Sandra L Wolin MD, PhD
Professor of Cell Biology and of Molecular Biophysics and Biochemistry; Vice Chair, Department of Cell Biology
noncoding RNAs; RNA surveillance, RNA damage; autoimmune disease; environmental stress
Noncoding RNAs are involved in an enormous variety of processes. In addition to well-studied noncoding RNAs, such as ribosomal RNAs, tRNAs, and microRNAs, there are numerous noncoding RNAs whose function remains mysterious. Also, many noncoding RNAs must fold into complicated structures and assemble with proteins in order to function. Thus, cells need “RNA surveillance” mechanisms to detect misfolded and defective noncoding RNAs and target them for degradation.

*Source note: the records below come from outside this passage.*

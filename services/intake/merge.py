"""Merging a triangle soup's repeated corners exactly, and the fast key sort it and the edge table share.

numpy's plain sort of 64-bit integers is vectorised and several times faster than its argsort, so a key
and its position are packed into one 64-bit word and sorted together wherever they fit.
"""

from __future__ import annotations

import numpy as np


# Odd 64-bit multipliers (from the splitmix64 and xxhash families) that spread every input bit upwards.
_MIX = (np.uint64(0x9E3779B97F4A7C15), np.uint64(0xBF58476D1CE4E5B9), np.uint64(0x94D049BB133111EB))


# Rows per block where elementwise work runs block by block: a block's temporaries stay in memory the allocator
# reuses, where whole-array temporaries would take fresh pages, whose faults cost this machine more than the work.
_BLOCK_ROWS = 1 << 16


def _blocks(n: int):
    """Yield the slices that cover range(n) in blocks of _BLOCK_ROWS."""
    for start in range(0, n, _BLOCK_ROWS):
        yield slice(start, min(start + _BLOCK_ROWS, n))


def _sort_with_order(key: np.ndarray, key_bits: int) -> tuple[np.ndarray, np.ndarray]:
    """Return the keys sorted and the stable order that sorts them; the key array itself is used up.

    key : (n,) int64 or uint64, non-negative and below 2**key_bits
    Returns (sorted key (n,) int64, order (n,) int64), as ``key[o], o`` with ``o = argsort(key, kind="stable")``.
    """
    n = len(key)
    index_bits = max(1, (n - 1).bit_length())
    if key_bits + index_bits > 64:  # too wide to pack with the position
        order = np.argsort(key, kind="stable")
        return key[order].astype(np.int64), order
    packed = key.view(np.uint64)
    packed <<= np.uint64(index_bits)
    for block in _blocks(n):
        packed[block] |= np.arange(block.start, block.stop, dtype=np.uint64)
    packed.sort()
    order = (packed & np.uint64((1 << index_bits) - 1)).view(np.int64)
    packed >>= np.uint64(index_bits)
    return packed.view(np.int64), order


def _row_hash(bits: np.ndarray) -> np.ndarray:
    """Return a 64-bit hash of each row of an (n, k) unsigned array whose high bits depend on every bit of the row."""
    h = np.empty(len(bits), np.uint64)
    for block in _blocks(len(bits)):
        part = np.zeros(block.stop - block.start, np.uint64)
        for column, mix in zip(bits[block].T, _MIX):
            part ^= column
            part *= mix
            part ^= part >> np.uint64(31)
        part *= _MIX[0]
        h[block] = part
    return h


def _group_rows(bits: np.ndarray) -> tuple[np.ndarray, np.ndarray]:
    """Return a group number for each row of an (n, k) unsigned array, equal exactly when the rows are equal,
    and a row of each group.

    Rows are sorted by the high bits of their hash; neighbours with equal hashes are then compared bit by bit,
    and a hash shared by different rows is split by an exact sort of just those rows.
    """
    n = len(bits)
    index_bits = max(1, (n - 1).bit_length())
    key = _row_hash(bits)
    key >>= np.uint64(index_bits)
    key, order = _sort_with_order(key, 64 - index_bits)
    same = key[1:] == key[:-1]
    del key
    collided = same & _neighbours_differ(bits, order)
    sorted_group = np.empty(n, np.int64)
    sorted_group[0] = 0
    np.cumsum(~same, out=sorted_group[1:])
    if collided.any():
        sorted_group = _split_collisions(bits, order, sorted_group, collided)
    group = np.empty(n, np.int64)
    group[order] = sorted_group
    first = np.empty(int(sorted_group.max()) + 1, np.int64)
    first[sorted_group] = order  # any row of a group will do: they are bit-identical
    return group, first


def _neighbours_differ(bits: np.ndarray, order: np.ndarray) -> np.ndarray:
    """Return, for each (x, y, z) row in sorted order but the last, whether its bits differ from the next row's."""
    differs = np.empty(len(order) - 1, bool)
    for block in _blocks(len(order) - 1):
        ordered = np.take(bits, order[block.start:block.stop + 1], axis=0)
        unequal = ordered[1:] != ordered[:-1]
        differs[block] = unequal[:, 0] | unequal[:, 1] | unequal[:, 2]  # faster than .any(axis=1) on 3 columns
    return differs


def _split_collisions(bits: np.ndarray, order: np.ndarray, sorted_group: np.ndarray,
                      collided: np.ndarray) -> np.ndarray:
    """Return the groups with every hash group that holds different rows split by an exact sort of its rows.

    The part of such a group that holds its first row keeps the group's number; the other parts get new ones.
    """
    n_groups = int(sorted_group[-1]) + 1
    is_mixed = np.zeros(n_groups, bool)
    is_mixed[sorted_group[1:][collided]] = True
    mixed = np.flatnonzero(is_mixed[sorted_group])  # the positions of those groups, each group's run in a row
    _, sub = np.unique(np.take(bits, order[mixed], axis=0), axis=0, return_inverse=True)
    sub = sub.ravel()
    mixed_group = sorted_group[mixed]
    head = np.r_[True, mixed_group[1:] != mixed_group[:-1]]
    number = np.full(int(sub.max()) + 1, -1, np.int64)
    number[sub[head]] = mixed_group[head]
    rest = number < 0
    number[rest] = n_groups + np.arange(int(rest.sum()))
    split = sorted_group.copy()
    split[mixed] = number[sub]
    return split


def _hash_order(vertices: np.ndarray) -> np.ndarray:
    """Return the order in which merged vertices are listed: by a 64-bit hash of their float64 bits.

    Earlier versions sorted every corner by this hash, so parts read before and after keep their vertex order;
    when two different vertices share the hash, they are listed in coordinate order instead.
    """
    bits = np.ascontiguousarray(vertices, dtype=np.float64).view(np.uint64).reshape(len(vertices), -1)
    mixed = bits * np.array([0x9E3779B97F4A7C15, 0xC2B2AE3D27D4EB4F, 0x165667B19E3779F9], np.uint64)[:bits.shape[1]]
    key = mixed[:, 0] ^ (mixed[:, 1] >> np.uint64(7)) ^ (mixed[:, 2] >> np.uint64(13))
    order = np.argsort(key)
    if np.any(key[order][1:] == key[order][:-1]):
        order = np.lexsort(vertices.T[::-1])
    return order


def _merge_vertices(vertices: np.ndarray, faces: np.ndarray, *, scale: float = 1.0) -> tuple[np.ndarray, np.ndarray]:
    """Merge bit-identical corners (STL repeats every corner once per facet) and return them in millimetres.

    vertices : (n, 3) float32 (a binary STL's corners, in the file's unit) or float64; scale : mm per unit
    Returns (vertices_mm (k, 3) float64, faces (m, 3) int64 indexing them).
    float32 corners are merged before scaling: float32 to float64 is exact and a positive scale cannot round two
    float32 values to one float64, so the result is the same as merging the scaled corners, at half the bits.
    float64 corners are scaled first, since scaling may round two nearby values to one.
    """
    if vertices.dtype != np.float32 and scale != 1.0:
        vertices, scale = vertices * scale, 1.0
    group, first = _group_rows(vertices.view(np.uint32 if vertices.dtype == np.float32 else np.uint64))
    merged = np.take(vertices, first, axis=0).astype(np.float64)
    if scale != 1.0:
        merged *= scale
    order = _hash_order(merged)
    position = np.empty(len(order), np.int64)
    position[order] = np.arange(len(order))
    for block in _blocks(len(group)):
        group[block] = position[group[block]]
    return np.take(merged, order, axis=0), group[faces]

We study how noncoding RNAs function, how cells recognize and degrade defective RNAs, and how failure to degrade RNA affects cells and contributes to disease. One pathway involves a ring-shaped protein, called Ro, that binds misfolded RNAs in its central cavity and noncoding RNAs called Y RNAs on its outer surface. Ro and Y RNAs are present in both animal cells and bacteria, and we discovered that a bacterial Ro and Y RNA associate with a nuclease to form a new RNA degradation machine. As mice lacking Ro develop a disease resembling systemic lupus erythematosus, Ro may be important for preventing autoimmunity. In a second effort, we are characterizing other RNA surveillance pathways in mammalian cells. We use many techniques, including cell culture, high-throughput sequencing, bioinformatics, mouse and bacterial genetics, biochemistry and cell imaging.